Environmentalists are slamming what they call misleading definitions in the forestry sector. They have been speaking at a counter-conference running parallel to the 14th World Forestry Congress in Durban.
DURBAN - Environmentalists are slamming what they call misleading definitions in the forestry sector.
They say existing terminology allows for abuse of the system.
They have been speaking at a counter-conference running parallel to the 14th World Forestry Congress in Durban.
Wally Menne from the Timberwatch Coalition says, "We believe what the FAO is doing, it&39;s a farce to call a plantation a forest.
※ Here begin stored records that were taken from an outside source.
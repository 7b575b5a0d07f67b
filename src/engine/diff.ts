import { partsOf } from './part-kinds';
import { type BuildDocument, PART_GROUPS, type PartGroup } from './types';

export interface FieldChange {
	/** Dotted path inside the component, e.g. `size.awg` or `fuses.0.ratingA`. */
	field: string;
	before: unknown;
	after: unknown;
}

export interface ComponentChange {
	group: PartGroup;
	id: string;
	label: string;
	kind: 'added' | 'removed' | 'changed';
	fields: FieldChange[];
}

type Scalar = string | number | boolean | null;

function flatten(
	value: unknown,
	prefix = '',
	out: Record<string, Scalar> = {},
): Record<string, Scalar> {
	if (value !== null && typeof value === 'object') {
		const entries = Array.isArray(value)
			? value.map((v, i) => [String(i), v] as const)
			: Object.entries(value);
		if (entries.length === 0) out[prefix] = Array.isArray(value) ? '[]' : '{}';
		for (const [k, v] of entries) flatten(v, prefix ? `${prefix}.${k}` : k, out);
	} else {
		out[prefix] = (value ?? null) as Scalar;
	}
	return out;
}

/**
 * What changed between two build documents, component by component (matched by id within each
 * group): added and removed components with all their fields, changed ones with each field that
 * differs. Field values are in the document's SI units; the interface converts for display.
 */
export function diffBuilds(before: BuildDocument, after: BuildDocument): ComponentChange[] {
	const changes: ComponentChange[] = [];
	for (const group of PART_GROUPS) {
		const a = new Map<string, { id: string; label: string }>(
			partsOf(before, group).map((x) => [x.id, x]),
		);
		const b = new Map<string, { id: string; label: string }>(
			partsOf(after, group).map((x) => [x.id, x]),
		);
		for (const [id, item] of a) {
			if (!b.has(id)) {
				const fields = Object.entries(flatten(item))
					.filter(([f]) => f !== 'id')
					.map(([field, v]) => ({ field, before: v, after: undefined }));
				changes.push({ group, id, label: item.label, kind: 'removed', fields });
			}
		}
		for (const [id, item] of b) {
			const old = a.get(id);
			if (!old) {
				const fields = Object.entries(flatten(item))
					.filter(([f]) => f !== 'id')
					.map(([field, v]) => ({ field, before: undefined, after: v }));
				changes.push({ group, id, label: item.label, kind: 'added', fields });
				continue;
			}
			const fa = flatten(old);
			const fb = flatten(item);
			const keys = [...new Set([...Object.keys(fa), ...Object.keys(fb)])].sort();
			// An empty list turning into items (or back) shows as its items, not as "[] → —".
			const emptyMarker = (k: string) =>
				(fa[k] === '[]' && fb[k] === undefined) || (fb[k] === '[]' && fa[k] === undefined);
			const fields = keys
				.filter((k) => fa[k] !== fb[k] && !emptyMarker(k))
				.map((k) => ({ field: k, before: fa[k], after: fb[k] }));
			if (fields.length) changes.push({ group, id, label: item.label, kind: 'changed', fields });
		}
	}
	return changes;
}
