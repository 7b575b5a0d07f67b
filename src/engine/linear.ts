import type { FactorResult, SymmetricSystem } from './sparse';

/**
 * Dense LU solve with partial pivoting, in place. `a` is row-major n×n; `b` is overwritten with x.
 * Returns false when the matrix is singular to working precision.
 */
export function solveDense(a: Float64Array, b: Float64Array, n: number): boolean {
	for (let k = 0; k < n; k++) {
		let pivot = k;
		let max = Math.abs(a[k * n + k]!);
		for (let i = k + 1; i < n; i++) {
			const v = Math.abs(a[i * n + k]!);
			if (v > max) {
				max = v;
				pivot = i;
			}
		}
		if (max === 0 || !Number.isFinite(max)) return false;
		if (pivot !== k) {
			for (let j = 0; j < n; j++) {
				const t = a[k * n + j]!;
				a[k * n + j] = a[pivot * n + j]!;
				a[pivot * n + j] = t;
			}
			const t = b[k]!;
			b[k] = b[pivot]!;
			b[pivot] = t;
		}
		const akk = a[k * n + k]!;
		for (let i = k + 1; i < n; i++) {
			const f = a[i * n + k]! / akk;
			if (f === 0) continue;
			a[i * n + k] = 0;
			for (let j = k + 1; j < n; j++) a[i * n + j] -= f * a[k * n + j]!;
			b[i] -= f * b[k]!;
		}
	}
	for (let i = n - 1; i >= 0; i--) {
		let s = b[i]!;
		for (let j = i + 1; j < n; j++) s -= a[i * n + j]! * b[j]!;
		b[i] = s / a[i * n + i]!;
	}
	return true;
}

/**
 * The same system held dense: LU with partial pivoting for the step and a Cholesky test for
 * stability. Slower than `SparseLdl` past a few dozen nodes; kept as the reference the sparse
 * factorisation is checked against.
 */
export class DenseSystem implements SymmetricSystem {
	readonly n: number;
	readonly values: Float64Array;
	private readonly full: Float64Array;

	constructor(n: number) {
		this.n = n;
		this.values = new Float64Array(n * n);
		this.full = new Float64Array(n * n);
	}

	slot(i: number, j: number): number {
		if (i < 0 || j < 0) return -1;
		return i >= j ? i * this.n + j : j * this.n + i;
	}

	clear(): void {
		this.values.fill(0);
	}

	factor(): FactorResult {
		const { n, values, full } = this;
		for (let i = 0; i < n; i++)
			for (let j = 0; j <= i; j++) {
				full[i * n + j] = values[i * n + j]!;
				full[j * n + i] = values[i * n + j]!;
			}
		if (isPositiveDefinite(full, n)) return 'positive-definite';
		return solveDense(new Float64Array(full), new Float64Array(n), n) ? 'indefinite' : 'singular';
	}

	solve(b: Float64Array): void {
		solveDense(new Float64Array(this.full), b, this.n);
	}
}

/** Cholesky test of a symmetric matrix: positive definite ⇔ every pivot is positive. */
function isPositiveDefinite(a: Float64Array, n: number): boolean {
	const l = new Float64Array(a);
	for (let k = 0; k < n; k++) {
		let d = l[k * n + k]!;
		for (let m = 0; m < k; m++) d -= l[k * n + m]! ** 2;
		if (!(d > 0)) return false;
		const s = Math.sqrt(d);
		l[k * n + k] = s;
		for (let i = k + 1; i < n; i++) {
			let x = l[i * n + k]!;
			for (let m = 0; m < k; m++) x -= l[i * n + m]! * l[k * n + m]!;
			l[i * n + k] = x / s;
		}
	}
	return true;
}
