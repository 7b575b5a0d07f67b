import { amplifierCurrentA } from './amplifier';
import { alternatorLimitA } from './alternator';
import {
	bankPeukertK,
	bankThevenin,
	CHEMISTRY_PROPS,
	cellsInSeries,
	peukertHours,
	socAtCellOcv,
} from './battery';
import type { BatteryBank, BuildDocument } from './types';

export interface BudgetRow {
	voltageV: number;
	sustainedDemandA: number;
	burpDemandA: number;
	alternatorSupplyA: number;
	/** Supply minus sustained demand (A); negative is a deficit the banks carry. */
	sustainedSurplusA: number;
	burpSurplusA: number;
	/** Hours the banks carry the sustained deficit down to the cut-off; null when there is no deficit. */
	sustainedCarryHours: number | null;
	/** Seconds the banks carry the burp deficit; null when there is no deficit. */
	burpCarrySeconds: number | null;
}

/**
 * Time (h) a bank carries a discharge current I down to its cut-off terminal voltage: the usable
 * fraction is the state of charge above the point where V_oc(SOC) − I·R reaches the cut-off, and
 * the time for it follows Peukert's law, t = f · H · (C/(I·H))^k.
 */
export function bankCarryHours(
	bank: BatteryBank,
	currentA: number,
	cutoffV: number | null,
): number {
	if (currentA <= 0) return Number.POSITIVE_INFINITY;
	const { resistanceOhm, capacityAh } = bankThevenin(bank);
	const cells = cellsInSeries(bank);
	const cutoff = cutoffV ?? CHEMISTRY_PROPS[bank.chemistry].cutoffPerCell * cells;
	const emptySoc = socAtCellOcv(bank.chemistry, (cutoff + currentA * resistanceOhm) / cells);
	const usable = Math.max(0, bank.stateOfCharge - emptySoc);
	return usable * peukertHours(capacityAh, bank.ratedHours, currentA, bankPeukertK(bank));
}

/**
 * Time all banks together carry a deficit: the deficit is shared in proportion to each bank's
 * conductance (1/R, as parallel Thevenin sources share a load), and the system is empty when the
 * first bank reaches its cut-off.
 */
export function banksCarryHours(
	banks: BatteryBank[],
	deficitA: number,
	cutoffV: number | null,
): number | null {
	if (deficitA <= 0) return null;
	if (banks.length === 0) return 0;
	const g = banks.map((b) => 1 / bankThevenin(b).resistanceOhm);
	const total = g.reduce((s, x) => s + x, 0);
	return Math.min(...banks.map((b, i) => bankCarryHours(b, (deficitA * g[i]!) / total, cutoffV)));
}

/**
 * The simple budget at fixed supply voltages: amplifier current I = d·P·n/(η·V) at sustained and
 * burp demand plus steady loads, against the alternators' output limit at the engine speed.
 */
export function fixedVoltageBudget(
	doc: BuildDocument,
	opts: {
		voltagesV: number[];
		engineRpm: number;
		sustainedDemand: number;
		burpDemand: number;
		cutoffV: number | null;
	},
): BudgetRow[] {
	const steadyA = doc.loads.reduce((s, l) => s + l.currentA, 0);
	const alternatorSupplyA = doc.alternators.reduce(
		(s, a) => s + alternatorLimitA(a, opts.engineRpm),
		0,
	);
	return opts.voltagesV.map((voltageV) => {
		const ampsAt = (d: number) =>
			doc.amplifiers.reduce((s, a) => s + amplifierCurrentA(a, d, voltageV), 0);
		const sustainedDemandA = ampsAt(opts.sustainedDemand) + steadyA;
		const burpDemandA = ampsAt(opts.burpDemand) + steadyA;
		const sustainedSurplusA = alternatorSupplyA - sustainedDemandA;
		const burpSurplusA = alternatorSupplyA - burpDemandA;
		const sustainedCarryHours = banksCarryHours(doc.banks, -sustainedSurplusA, opts.cutoffV);
		const burpHours = banksCarryHours(doc.banks, -burpSurplusA, opts.cutoffV);
		return {
			voltageV,
			sustainedDemandA,
			burpDemandA,
			alternatorSupplyA,
			sustainedSurplusA,
			burpSurplusA,
			sustainedCarryHours,
			burpCarrySeconds: burpHours === null ? null : burpHours * 3600,
		};
	});
}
It needs to be called something more honest".
Environmentalists from across the world are slamming the use of what they say are misleading definitions in the forestry sector.
They believe referring to plantations as forests allows industry to abuse the system.
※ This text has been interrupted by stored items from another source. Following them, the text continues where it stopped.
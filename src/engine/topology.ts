import {
	linkParts,
	PART_KINDS,
	partsOf,
	terminalParts,
	type LinkPart,
	type TerminalPart,
} from './part-kinds';
import type { BuildDocument, PartGroup } from './types';

export interface TopologyIssue {
	code:
		| 'no_chassis'
		| 'several_chassis'
		| 'unknown_node'
		| 'same_terminals'
		| 'not_connected'
		| 'no_source'
		| 'duplicate_id'
		/** A field the schema refuses (a document handed to the engine without validation). */
		| 'invalid_field';
	/** Path of the offending field, e.g. `cables.3.to`. */
	path: string;
	message: string;
}

function find(parent: Map<string, string>, x: string): string {
	let root = x;
	while (parent.get(root) !== root) root = parent.get(root)!;
	let cur = x;
	while (parent.get(cur) !== root) {
		const next = parent.get(cur)!;
		parent.set(cur, root);
		cur = next;
	}
	return root;
}

function union(parent: Map<string, string>, a: string, b: string) {
	const ra = find(parent, a);
	const rb = find(parent, b);
	if (ra !== rb) parent.set(ra, rb);
}

/**
 * Checks that a build is a network the engine can solve: one chassis node; every reference names
 * a node; every node reaches the chassis through cables, banks or alternators (amplifiers and
 * loads draw current but conduct nothing); and every group of nodes joined by cables that feeds an
 * amplifier or load also holds a source terminal. Returns the issues; empty means solvable.
 */
export function checkTopology(doc: BuildDocument): TopologyIssue[] {
	const issues: TopologyIssue[] = [];
	const chassis = doc.nodes.filter((n) => n.kind === 'chassis');
	if (chassis.length === 0)
		issues.push({
			code: 'no_chassis',
			path: 'nodes',
			message: 'The build needs one chassis node (the 0 V reference).',
		});
	if (chassis.length > 1) {
		issues.push({
			code: 'several_chassis',
			path: 'nodes',
			message: `Only one node can be the chassis; found ${chassis.map((n) => n.id).join(', ')}.`,
		});
	}
	const ids = new Set<string>();
	doc.nodes.forEach((n, i) => {
		if (ids.has(n.id))
			issues.push({
				code: 'duplicate_id',
				path: `nodes.${i}.id`,
				message: `Node id "${n.id}" is used twice.`,
			});
		ids.add(n.id);
	});
	const partIds = new Set<string>();
	for (const group of Object.keys(PART_KINDS) as PartGroup[]) {
		if (group === 'nodes') continue;
		partsOf(doc, group).forEach((part, i) => {
			if (partIds.has(part.id))
				issues.push({
					code: 'duplicate_id',
					path: `${group}.${i}.id`,
					message: `Id "${part.id}" is used twice.`,
				});
			partIds.add(part.id);
		});
	}
	const check = (path: string, nodeId: string) => {
		if (!ids.has(nodeId))
			issues.push({ code: 'unknown_node', path, message: `No node named "${nodeId}".` });
	};
	for (const [group, parts] of terminalParts(doc)) {
		parts.forEach((part, i) => {
			check(`${group}.${i}.positive`, part.positive);
			check(`${group}.${i}.negative`, part.negative);
			if (part.positive === part.negative) {
				issues.push({
					code: 'same_terminals',
					path: `${group}.${i}.negative`,
					message: `"${part.label}" has both terminals on node "${part.positive}".`,
				});
			}
		});
	}
	for (const [group, parts] of linkParts(doc)) {
		parts.forEach((c, i) => {
			check(`${group}.${i}.from`, c.from);
			check(`${group}.${i}.to`, c.to);
			if (c.from === c.to)
				issues.push({
					code: 'same_terminals',
					path: `${group}.${i}.to`,
					message: `${PART_KINDS[group].one} "${c.label}" starts and ends on "${c.from}".`,
				});
		});
	}
	if (issues.length > 0 || chassis.length !== 1) return issues;

	// Conductive connectivity to the chassis (a relay counts whatever its state: this checks the
	// wiring; an open one leaves its side to the sources there).
	const conductive = new Map(doc.nodes.map((n) => [n.id, n.id]));
	const { links, sources } = conductorsOf(doc);
	for (const c of links) union(conductive, c.from, c.to);
	for (const s of sources) union(conductive, s.positive, s.negative);
	const ground = find(conductive, chassis[0]!.id);
	doc.nodes.forEach((n, i) => {
		if (find(conductive, n.id) !== ground) {
			issues.push({
				code: 'not_connected',
				path: `nodes.${i}`,
				message: `Node "${n.label}" is not connected to the chassis through cables, relays, banks or alternators.`,
			});
		}
	});

	// Every group of nodes joined by cables and relays that feeds a load holds a source terminal.
	const byLink = new Map(doc.nodes.map((n) => [n.id, n.id]));
	for (const c of links) union(byLink, c.from, c.to);
	const fed = new Set<string>();
	for (const s of sources) {
		fed.add(find(byLink, s.positive));
		fed.add(find(byLink, s.negative));
	}
	for (const [group, parts] of terminalParts(doc)) {
		if (PART_KINDS[group].conducts) continue;
		parts.forEach((part, i) => {
			if (!fed.has(find(byLink, part.positive))) {
				issues.push({
					code: 'no_source',
					path: `${group}.${i}.positive`,
					message: `Nothing feeds "${part.label}": no battery bank or alternator is wired to node "${part.positive}".`,
				});
			}
		});
	}
	return issues;
}

/** The parts that join nodes (cables, relays) and the sources, as the registry says. */
function conductorsOf(doc: BuildDocument): { links: LinkPart[]; sources: TerminalPart[] } {
	const links = linkParts(doc)
		.filter(([group]) => PART_KINDS[group].conducts)
		.flatMap(([, parts]) => parts);
	const sources = terminalParts(doc)
		.filter(([group]) => PART_KINDS[group].source)
		.flatMap(([, parts]) => parts);
	return { links, sources };
}
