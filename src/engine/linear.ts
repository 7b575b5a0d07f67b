/**
 * Dense LU solve with partial pivoting, in place. `a` is row-major n×n; `b` is overwritten with x.
 * Returns false when the matrix is singular to working precision.
 */
export function solveDense(a: Float64Array, b: Float64Array, n: number): boolean {
	for (let k = 0; k < n; k++) {
		let pivot = k;
		let max = Math.abs(a[k * n + k]!);
		for (let i = k + 1; i < n; i++) {
			const v = Math.abs(a[i * n + k]!);
			if (v > max) {
				max = v;
				pivot = i;
			}
		}
		if (max === 0 || !Number.isFinite(max)) return false;
		if (pivot !== k) {
			for (let j = 0; j < n; j++) {
				const t = a[k * n + j]!;
				a[k * n + j] = a[pivot * n + j]!;
				a[pivot * n + j] = t;
			}
			const t = b[k]!;
			b[k] = b[pivot]!;
			b[pivot] = t;
		}
		const akk = a[k * n + k]!;
		for (let i = k + 1; i < n; i++) {
			const f = a[i * n + k]! / akk;
			if (f === 0) continue;
			a[i * n + k] = 0;
			for (let j = k + 1; j < n; j++) a[i * n + j] -= f * a[k * n + j]!;
			b[i] -= f * b[k]!;
		}
	}
	for (let i = n - 1; i >= 0; i--) {
		let s = b[i]!;
		for (let j = i + 1; j < n; j++) s -= a[i * n + j]! * b[j]!;
		b[i] = s / a[i * n + i]!;
	}
	return true;
}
Menne adds, "When you plant alien species, that are intended to be there only for a few years before they get cut down and then transported to a pulp mill or a saw mill and then turned into waste, it certainly does not make any contribution whatsoever to reducing emissions or reducing climate change."
"When you do a full analysis of timber plantations, you will find that they actually result in an increase in greenhouse gas emissions because of all the industrial activity that takes place".
The Department of Agriculture, Forestry and Fisheries is the custodian of over 40 million hectares of forests in South Africa.
Moreover, the sector employs nearly 170,000 workers and provides livelihood support to over 650,000 people in rural areas, but NGO’s have disputed the pictorial lifeline that the industry is providing to communities, saying much the land around pulp and paper mills becomes polluted.
NGO’s plan to hand over a 100,000 strong petition to conference leaders.